Sato looks across the street, then slaps me five. “You got me,” he says, moving closer. When he turns around and looks at the mess in the car we’re sitting on, I lean over, close my eyes, and sniff his cologne.
“Somebody’s living in here,” he says, pointing to the chicken bones, hamburger buns smeared with mustard, and bags of newspaper and cans.
He’s right. This here’s somebody’s house.
“How they stay dry?” he says. “Ain’t no windows or roof.”
He’s looking at me, like I should know just ’cause me and Momma used to be homeless too. “Why you asking me?” I say, as nasty as I can.
“I . . . well . . . sorry,” Sato says, playing with the baby hair over his lip.

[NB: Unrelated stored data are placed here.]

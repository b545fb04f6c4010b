using Drypeak.Service.Hosting;

namespace Drypeak.Service;

/// <summary>A job that takes JSON and gives JSON: negotiate, read, check, compute, answer.</summary>
internal static class JsonJob
{
    private const string Json = "application/json";

    /// <summary>Maps a job whose rules need nothing of the service.</summary>
    public static RouteHandlerBuilder MapJob<TRequest, TAnswer>(
        this IEndpointRouteBuilder app, string path, Func<TRequest, IReadOnlyList<Fault>> check, Func<TRequest, TAnswer> compute, string example)
        where TRequest : class => app.MapJob(path, _ => check, compute, example);

    /// <summary>Maps a job.</summary>
    /// <param name="app">Where.</param>
    /// <param name="path">Its address.</param>
    /// <param name="rules">Makes what finds every broken rule of a request. It is called at the first request: rules are slow to make, and the start waits for none.</param>
    /// <param name="compute">The answer to a request without broken rules.</param>
    /// <param name="example">A whole request that is accepted.</param>
    public static RouteHandlerBuilder MapJob<TRequest, TAnswer>(
        this IEndpointRouteBuilder app, string path, Func<IServiceProvider, Func<TRequest, IReadOnlyList<Fault>>> rules, Func<TRequest, TAnswer> compute, string example)
        where TRequest : class
    {
        var check = new Lazy<Func<TRequest, IReadOnlyList<Fault>>>(() => rules(app.ServiceProvider));
        return app.MapPost(path, AnswerAsync).Takes<TRequest>(Json, example).Gives<TAnswer>(Json).Refuses(400, 406, 413, 415, 422);

        async Task<IResult> AnswerAsync(HttpContext context, Limits limits)
        {
            if (Negotiation.Choose(context.Request, Json) is null)
            {
                return Problems.NotAcceptable([Json]);
            }

            var request = await RequestReader.ReadAsync(context, ServiceJson.Of<TRequest>(), check.Value, limits.BodyBytes);
            return request.Succeeded ? Results.Json(compute(request.Value), ServiceJson.Of<TAnswer>()) : request.Problem;
        }
    }
}
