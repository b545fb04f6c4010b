using System.Text.Json;
using Drypeak.Soil.TestMethods;
using Xunit;

namespace Drypeak.Service.Tests.Laboratory;

public sealed class MethodTests(RunningService service)
{
    private const string Effort = """{"rammerMass":2495,"drop":304.8,"layers":3,"blows":25}""";

    /// <summary>The codes that laboratories' systems are written against: a code may be added, none may change.</summary>
    public static TheoryData<string> Codes =>
    [
        "astm-d698-a", "astm-d698-b", "astm-d698-c", "astm-d1557-a", "astm-d1557-b", "astm-d1557-c",
        "aashto-t99-a", "aashto-t99-b", "aashto-t99-c", "aashto-t99-d", "aashto-t180-a", "aashto-t180-b", "aashto-t180-c", "aashto-t180-d",
        "bs-1377-4-3.3", "bs-1377-4-3.4", "bs-1377-4-3.5", "bs-1377-4-3.6", "bs-1377-4-3.7",
        "en-13286-2-standard-a", "en-13286-2-standard-b", "en-13286-2-modified-a", "en-13286-2-modified-b",
        "as-1289-5.1.1-a", "as-1289-5.1.1-b", "as-1289-5.2.1-a", "as-1289-5.2.1-b",
        "is-2720-7-small", "is-2720-7-large", "is-2720-8-small", "is-2720-8-large",
        "jis-a-1210-a", "jis-a-1210-b", "jis-a-1210-c", "jis-a-1210-d", "jis-a-1210-e",
        "nf-p94-093-normal", "nf-p94-093-modified", "nf-p94-093-normal-cbr", "nf-p94-093-modified-cbr",
        "nbr-7182", "tex-114-e-1", "tex-114-e-2", "tex-114-e-3", "tex-113-e", "custom",
    ];

    [Theory]
    [MemberData(nameof(Codes))]
    public async Task Every_code_is_accepted_and_comes_back_with_its_title(string code)
    {
        var answer = await service.AnswerAsync(Body.With("/method", $"\"{code}\""));
        Assert.Equal(code, answer.Text("/method/code"));
        Assert.NotEqual("", answer.Text("/method/title"));
        Assert.DoesNotContain("method-not-given", answer.Findings());
    }

    [Fact]
    public void No_code_of_the_catalogue_is_unknown_to_those_who_wrote_the_contract() =>
        Assert.Equal(Codes.Select(row => row.Data).Order(), TestMethodCatalogue.Codes.Append("custom").Order());

    [Theory]
    [InlineData(Body.Absent)]
    [InlineData("null")]
    public async Task Without_a_method_nothing_of_a_method_is_checked_and_a_note_says_so(string method)
    {
        var answer = await service.AnswerAsync(Body.With(("/method", method), ("/mold/volume", "900"), ("/particlesAbove", """{"sieve":20,"percent":80}""")));
        Assert.True(answer.IsNull("/method"));
        Assert.Equal("note", answer.Finding("method-not-given").Text("/severity"));
        Assert.DoesNotContain("mold-outside-tolerance", answer.Findings());
        Assert.DoesNotContain("particles-above-limit", answer.Findings());
    }

    /// <summary>943 ± 14 cm³: ASTM D698 (from memory).</summary>
    [Theory]
    [InlineData("957", false)]
    [InlineData("957.1", true)]
    [InlineData("929", false)]
    [InlineData("928.9", true)]
    public async Task A_mold_outside_the_methods_tolerance_is_found(string volume, bool found)
    {
        var answer = await service.AnswerAsync(Body.With("/mold/volume", volume));
        Assert.Equal(found, answer.Findings().Contains("mold-outside-tolerance"));
    }

    /// <summary>25 % on 4.75 mm: ASTM D698, method A.</summary>
    [Theory]
    [InlineData("4.75", "25", false)]
    [InlineData("4.75", "25.1", true)]
    [InlineData("20", "26", true)]
    [InlineData("2", "60", false)]
    public async Task Particles_above_the_methods_sieve_are_held_against_its_limit(string sieve, string percent, bool found)
    {
        var answer = await service.AnswerAsync(Body.With("/particlesAbove", $$"""{"sieve":{{sieve}},"percent":{{percent}}}"""));
        Assert.Equal(found, answer.Findings().Contains("particles-above-limit"));
    }

    /// <summary>m·g·h·layers·blows/V = 2.495·9.80665·0.3048·3·25/943e-6 J/m³.</summary>
    [Fact]
    public async Task The_effort_of_a_custom_method_is_computed_in_kilojoules_a_cubic_meter()
    {
        var answer = await service.AnswerAsync(Body.With(("/method", "\"custom\""), ("/effort", Effort)));
        Assert.Equal(2.495 * 9.80665 * 0.3048 * 75 / 943e-6 / 1000, answer.Number("/method/effort/computed"), 1e-9);
        Assert.True(answer.IsNull("/method/effort/nominal"));
    }

    [Fact]
    public async Task The_effort_is_read_in_the_units_of_the_request()
    {
        var metric = await service.AnswerAsync(Body.With(("/method", "\"custom\""), ("/effort", Effort)));
        var inches = await service.AnswerAsync(Body.With(("/method", "\"custom\""), ("/units/length", "\"in\""), ("/effort", """{"rammerMass":2495,"drop":12,"layers":3,"blows":25}""")));
        Assert.Equal(metric.Number("/method/effort/computed"), inches.Number("/method/effort/computed"), 1e-9);
    }

    [Fact]
    public async Task Without_a_molds_volume_there_is_no_effort_to_compute()
    {
        var answer = await service.AnswerAsync(Body.With(
            ("/method", "\"custom\""), ("/effort", Effort), ("/specimens", """[{"waterContent":10,"dryDensity":1.7}]""")));
        Assert.True(answer.IsNull("/method/effort/computed"));
    }

    /// <summary>600 and 2700 kN·m/m³: titles of ASTM D698 and D1557.</summary>
    [Theory]
    [InlineData("astm-d698-a", 600)]
    [InlineData("astm-d1557-c", 2700)]
    public async Task A_published_method_shows_its_computed_and_its_nominal_effort(string code, double nominal)
    {
        var effort = (await service.AnswerAsync(Body.With("/method", JsonSerializer.Serialize(code)))).At("/method/effort");
        Assert.Equal(nominal, effort.Number("/nominal"));
        Assert.InRange(effort.Number("/computed"), nominal * 0.97, nominal * 1.03);
    }
}
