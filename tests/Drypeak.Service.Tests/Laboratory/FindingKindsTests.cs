using System.Text.Json;
using Xunit;

namespace Drypeak.Service.Tests.Laboratory;

public sealed class FindingKindsTests(RunningService service)
{
    /// <summary>The codes that laboratories' systems are written against: a code may be added, none may change.</summary>
    private static readonly string[] Codes =
    [
        "too-few-specimens", "few-on-a-side", "wide-spacing", "no-optimum", "optimum-at-edge", "above-zero-air-voids", "impossible-density", "density-above-solids",
        "specific-gravity-unusual", "specific-gravity-assumed", "specific-gravity-missing", "mixed-units", "fractions-for-percent", "repeated-values", "peak-adopted",
        "wet-leg-not-parallel", "saturation-at-optimum-unusual", "two-peaks", "point-far-off", "tins-disagree", "mold-outside-tolerance", "particles-above-limit",
        "oversize-above-limit", "oversize-not-corrected", "models-disagree", "specimen-set-aside", "method-not-given", "effort-outside-range",
    ];

    /// <summary>A change to the sound test that provokes the finding, and one that comes near and does not.</summary>
    [Theory]
    [InlineData("too-few-specimens", "/specimens/4", Body.Absent, "/specimens/4/label", "\"e\"", "/specimens/3")]
    [InlineData("wide-spacing", "/specimens/4/tins/0/wet", "155", "/specimens/4/tins/0/wet", "153.9")]
    [InlineData("above-zero-air-voids", "/specificGravity/value", "2.52", "/specificGravity/value", "2.65")]
    [InlineData("impossible-density", "/mold/volume", "500", "/mold/volume", "800")]
    [InlineData("density-above-solids", "/specificGravity/value", "1.8", "/specificGravity/value", "2.0")]
    [InlineData("specific-gravity-unusual", "/specificGravity/value", "3.3", "/specificGravity/value", "3.2")]
    [InlineData("specific-gravity-assumed", "/specificGravity/determined", Body.Absent, "/specificGravity/determined", "\"measured\"")]
    [InlineData("specific-gravity-missing", "/specificGravity", Body.Absent, "/specificGravity", "{\"value\":2.7}")]
    [InlineData("mixed-units", "/specimens/2/mold", "{\"volume\":0.943}", "/specimens/2/mold", "{\"volume\":943}")]
    [InlineData("repeated-values", "/specimens/1/moldAndWetSoil", "6064.2", "/specimens/1/moldAndWetSoil", "6064.3")]
    [InlineData("peak-adopted", "/curve", "{\"adopted\":{\"waterContent\":14,\"maximumDryDensity\":1.86,\"reason\":\"by hand\"}}", "/curve", "{\"model\":\"auto\"}")]
    [InlineData("point-far-off", "/specimens/2/moldAndWetSoil", "6100", "/specimens/2/moldAndWetSoil", "6240")]
    [InlineData("tins-disagree", "/specimens/0/tins/-", "{\"tin\":0,\"wet\":111.1,\"dry\":100}", "/specimens/0/tins/-", "{\"tin\":0,\"wet\":110.9,\"dry\":100}")]
    [InlineData("mold-outside-tolerance", "/mold/volume", "958", "/mold/volume", "956")]
    [InlineData("particles-above-limit", "/particlesAbove", "{\"sieve\":4.75,\"percent\":30}", "/particlesAbove", "{\"sieve\":4.75,\"percent\":20}")]
    [InlineData("oversize-above-limit", "/oversize", "{\"percent\":30,\"specificGravity\":2.65}", "/oversize", "{\"percent\":20,\"specificGravity\":2.65}")]
    [InlineData("oversize-outside-method", "/oversize", "{\"percent\":20,\"specificGravity\":2.65,\"sieve\":19}", "/oversize", "{\"percent\":20,\"specificGravity\":2.65,\"sieve\":4.75}")]
    [InlineData("oversize-not-corrected", "/oversize", "{\"percent\":6}", "/oversize", "{\"percent\":6,\"specificGravity\":2.65}")]
    [InlineData("specimen-set-aside", "/specimens/0/setAside", "\"torn\"", "/specimens/0/setAside", "null")]
    [InlineData("method-not-given", "/method", "null", "/method", "\"custom\"")]
    public async Task A_fault_in_the_test_is_found_and_what_comes_near_it_is_not(
        string code, string place, string json, string nearPlace, string nearJson, string? alsoAbsent = null)
    {
        var provoking = alsoAbsent is null ? Body.With(place, json) : Body.With((place, json), (alsoAbsent, Body.Absent));
        Assert.Contains(code, (await service.AnswerAsync(provoking)).Findings());
        Assert.DoesNotContain(code, (await service.AnswerAsync(Body.With(nearPlace, nearJson))).Findings());
    }

    [Fact]
    public async Task The_catalogue_holds_every_code_with_what_it_means_why_it_matters_and_what_to_do()
    {
        using var response = await service.GetAsync("/v1/findings");
        var kinds = JsonElement.Parse(await RunningService.TextOf(response)).EnumerateArray().ToList();
        var listed = kinds.Select(kind => kind.Text("/code")!).ToList();
        Assert.Empty(Codes.Except(listed));
        Assert.Contains("no-chart-address", listed);
        Assert.Distinct(listed);
        Assert.All(kinds, kind =>
        {
            Assert.Contains(kind.Text("/severity"), new[] { "error", "warning", "note" });
            Assert.All(new[] { "meaning", "why", "remedy", "basis" }, name => Assert.NotEqual("", kind.GetProperty(name).GetString()));
        });
    }

    [Fact]
    public async Task The_sound_test_gives_a_careful_reviewer_nothing_to_ask() =>
        Assert.DoesNotContain((await service.AnswerAsync(Body.Sound)).At("/findings").EnumerateArray(), finding => finding.Text("/severity") is "error" or "warning");
}
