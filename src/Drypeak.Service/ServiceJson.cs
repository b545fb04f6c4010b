using System.Text.Json;
using System.Text.Json.Serialization;
using System.Text.Json.Serialization.Metadata;
using Drypeak.Figures;
using Drypeak.Service.Acceptance;
using Drypeak.Service.Earthwork;
using Drypeak.Service.Exchange.Ags;
using Drypeak.Service.Exchange.Batch;
using Drypeak.Service.Exchange.Csv;
using Drypeak.Service.Field;
using Drypeak.Service.Hosting;
using Drypeak.Service.Laboratory;

namespace Drypeak.Service;

/// <summary>How the contracts are read and written: generated code under the strict options, made once.</summary>
internal static class ServiceJson
{
    /// <summary>The options of every contract. The corrected peak is not written where no oversize was given.</summary>
    public static JsonSerializerOptions Options { get; } = StrictJson.Options(ContractsJson.Default.WithAddedModifier(OmitUnasked));

    /// <summary>Type information of a contract.</summary>
    public static JsonTypeInfo<T> Of<T>() => Options.Contract<T>();

    private static void OmitUnasked(JsonTypeInfo type)
    {
        if (type.Type == typeof(MoistureDensityAnswer))
        {
            type.Properties.Single(member => member.Name == "corrected").ShouldSerialize =
                static (answer, _) => ((MoistureDensityAnswer)answer).OversizeGiven;
        }
    }
}

[JsonSourceGenerationOptions(JsonSerializerDefaults.Strict, PropertyNamingPolicy = JsonKnownNamingPolicy.CamelCase)]
[JsonSerializable(typeof(MoistureDensityRequest))]
[JsonSerializable(typeof(MoistureDensityAnswer))]
[JsonSerializable(typeof(ComparisonRequest))]
[JsonSerializable(typeof(ComparisonAnswer))]
[JsonSerializable(typeof(IReadOnlyList<FindingKindAnswer>))]
[JsonSerializable(typeof(SaturationLinesRequest))]
[JsonSerializable(typeof(SaturationLinesAnswer))]
[JsonSerializable(typeof(OversizeCorrectionRequest))]
[JsonSerializable(typeof(OversizeCorrectionAnswer))]
[JsonSerializable(typeof(EffortSeriesRequest))]
[JsonSerializable(typeof(EffortSeriesAnswer))]
[JsonSerializable(typeof(IReadOnlyList<TestMethodAnswer>))]
[JsonSerializable(typeof(FieldDensityRequest))]
[JsonSerializable(typeof(FieldDensityAnswer))]
[JsonSerializable(typeof(RelativeDensityRequest))]
[JsonSerializable(typeof(RelativeDensityAnswer))]
[JsonSerializable(typeof(OnePointRequest))]
[JsonSerializable(typeof(OnePointAnswer))]
[JsonSerializable(typeof(RapidMethodRequest))]
[JsonSerializable(typeof(RapidMethodAnswer))]
[JsonSerializable(typeof(LotAcceptanceRequest))]
[JsonSerializable(typeof(LotAcceptanceAnswer))]
[JsonSerializable(typeof(AcceptancePlanRequest))]
[JsonSerializable(typeof(AcceptancePlanAnswer))]
[JsonSerializable(typeof(AgsAnswer))]
[JsonSerializable(typeof(BatchSummaryLine))]
[JsonSerializable(typeof(LaboratoryFileAnswer))]
[JsonSerializable(typeof(FieldFileAnswer))]
[JsonSerializable(typeof(SpecimenWaterRequest))]
[JsonSerializable(typeof(SpecimenWaterAnswer))]
[JsonSerializable(typeof(LiftWaterRequest))]
[JsonSerializable(typeof(LiftWaterAnswer))]
[JsonSerializable(typeof(QuantitiesRequest))]
[JsonSerializable(typeof(QuantitiesAnswer))]
[JsonSerializable(typeof(TestLocationsRequest))]
[JsonSerializable(typeof(TestLocationsAnswer))]
[JsonSerializable(typeof(RollerOutputRequest))]
[JsonSerializable(typeof(RollerOutputAnswer))]
[JsonSerializable(typeof(TestStripRequest))]
[JsonSerializable(typeof(TestStripAnswer))]
[JsonSerializable(typeof(CompactionChart))]
[JsonSerializable(typeof(PlotChart))]
internal sealed partial class ContractsJson : JsonSerializerContext;
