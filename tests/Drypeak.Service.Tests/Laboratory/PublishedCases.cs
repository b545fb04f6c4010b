using System.Text.Json;
using Drypeak.Service.Tests.Documents;

namespace Drypeak.Service.Tests.Laboratory;

/// <summary>Entries of <c>tests/Published/laboratory.json</c>; each has its source beside it there.</summary>
internal static class PublishedCases
{
    private static readonly JsonElement Laboratory = JsonElement.Parse(File.ReadAllText(Repository.File("tests/Published/laboratory.json")));

    public static JsonElement Of(string list, string id) => Laboratory.GetProperty(list).EnumerateArray().Single(entry => entry.Text("/id") == id);

    /// <summary>Whether a value, rounded as the published one is printed, is that one: it may be half a unit of the last place off.</summary>
    public static bool Prints(this double value, double published, int decimals) => Math.Abs(value - published) <= (0.5 * Math.Pow(10, -decimals)) + 1e-9;
}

I never talk about the times when me and Momma lived out on the street. I don’t like remembering those days. But I tell Sato that the people who live here probably hang out in the stores during the day, to keep cool. Sleep in the car late at night—not in the homeless shelters or on the street. You can get hurt there.
Sato is looking at me like he feels sorry for me. I stare down at my feet and chew on my lip.
“I saw your dad . . . on the corner downtown,” he says, shoving his hands down in his pockets. “He ain’t recognize me, though.”
I don’t want to look at Sato or hear him say something smart about my father, so I start walking. Taking giant steps so he can’t keep up. But his legs are twice as long as mine and, ten steps later, he’s walking right alongside me. Not talking. Not mouthing off, just walking so close that every once in a while his sweaty arm touches mine. When it do, I get cool all over and chill bumps pop up on my arms.